▶ TASK PROMPT:
Print the entries exactly as given.

+---+

DETECT_OPTIONS: list[tuple[str, Callable[[random.Random], Any]]] = [
    ("min_bands", lambda r: pick(r, [0, 1, 2, 3, -5, 10**6, 2.5, "three", None, True, NAN])),
    ("max_families", lambda r: pick(r, [0, 1, 8, -1, 10**9, 1.5, None])),
    ("working_size", lambda r: pick(r, [0, 1, 2, 7, 64, 1536, -10, 10**7, 2.5, NAN, "big"])),
    ("scales", lambda r: pick(r, [(), (1.0,), (0.0,), (-1.0,), (NAN,), (1e6,), "1,2", [1, 2], 3.0, None])),
    ("min_coverage", lambda r: number(r, 0, 1, hostile=0.5)),
    ("min_depth", lambda r: number(r, 0, 1, hostile=0.5)),
    ("min_significance", lambda r: number(r, 0, 50, hostile=0.5)),
    ("find_bar", lambda r: pick(r, [True, False, 0, "no", None])),
    ("pixel_size_um", lambda r: number(r, 0.01, 5, hostile=0.5)),
]


def gen_detect(rng, nrng):
    import tracefit as tf

    img = small_image(rng, nrng) if rng.random() < 0.7 else lined_image(nrng, rng.randrange(8, 80), rng.randrange(8, 80))
    kw = {name: make(rng) for name, make in DETECT_OPTIONS if rng.random() < 0.15}
    if rng.random() < 0.15:
        kw["mask"] = pick(rng, [np.ones(img.shape[:2], bool), np.zeros(img.shape[:2], bool), np.ones((3, 3), bool),
                                np.ones(img.shape[:2], np.float32) * NAN])
    if rng.random() < 0.1:
        kw["labels"] = pick(rng, [np.ones(img.shape[:2], np.int32), np.zeros((2, 2), np.int32),
                                  np.full(img.shape[:2], -1, np.int64)])
        kw["grain"] = pick(rng, [1, 0, 99, None, "a"])
    return Case("detect_bands", f"tf.detect_bands({_r(img)}, **{ {k: (_r(v)) for k, v in kw.items()} })",
                lambda: tf.detect_bands(img, **kw))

+---+

▶ TASK RESPONSE:
DETECT_OPTIONS: list[tuple[str, Callable[[random.Random], Any]]] = [
    ("min_bands", lambda r: pick(r, [0, 1, 2, 3, -5, 10**6, 2.5, "three", None, True, NAN])),
    ("max_families", lambda r: pick(r, [0, 1, 8, -1, 10**9, 1.5, None])),
    ("working_size", lambda r: pick(r, [0, 1, 2, 7, 64, 1536, -10, 10**7, 2.5, NAN, "big"])),
    ("scales", lambda r: pick(r, [(), (1.0,), (0.0,), (-1.0,), (NAN,), (1e6,), "1,2", [1, 2], 3.0, None])),
    ("min_coverage", lambda r: number(r, 0, 1, hostile=0.5)),
    ("min_depth", lambda r: number(r, 0, 1, hostile=0.5)),
    ("min_significance", lambda r: number(r, 0, 50, hostile=0.5)),
    ("find_bar", lambda r: pick(r, [True, False, 0, "no", None])),
    ("pixel_size_um", lambda r: number(r, 0.01, 5, hostile=0.5)),
]


def gen_detect(rng, nrng):
    import tracefit as tf

    img = small_image(rng, nrng) if rng.random() < 0.7 else lined_image(nrng, rng.randrange(8, 80), rng.randrange(8, 80))
    kw = {name: make(rng) for name, make in DETECT_OPTIONS if rng.random() < 0.15}
    if rng.random() < 0.15:
        kw["mask"] = pick(rng, [np.ones(img.shape[:2], bool), np.zeros(img.shape[:2], bool), np.ones((3, 3), bool),
                                np.ones(img.shape[:2], np.float32) * NAN])
    if rng.random() < 0.1:
        kw["labels"] = pick(rng, [np.ones(img.shape[:2], np.int32), np.zeros((2, 2), np.int32),
                                  np.full(img.shape[:2], -1, np.int64)])
        kw["grain"] = pick(rng, [1, 0, 99, None, "a"])
    return Case("detect_bands", f"tf.detect_bands({_r(img)}, **{ {k: (_r(v)) for k, v in kw.items()} })",
                lambda: tf.detect_bands(img, **kw))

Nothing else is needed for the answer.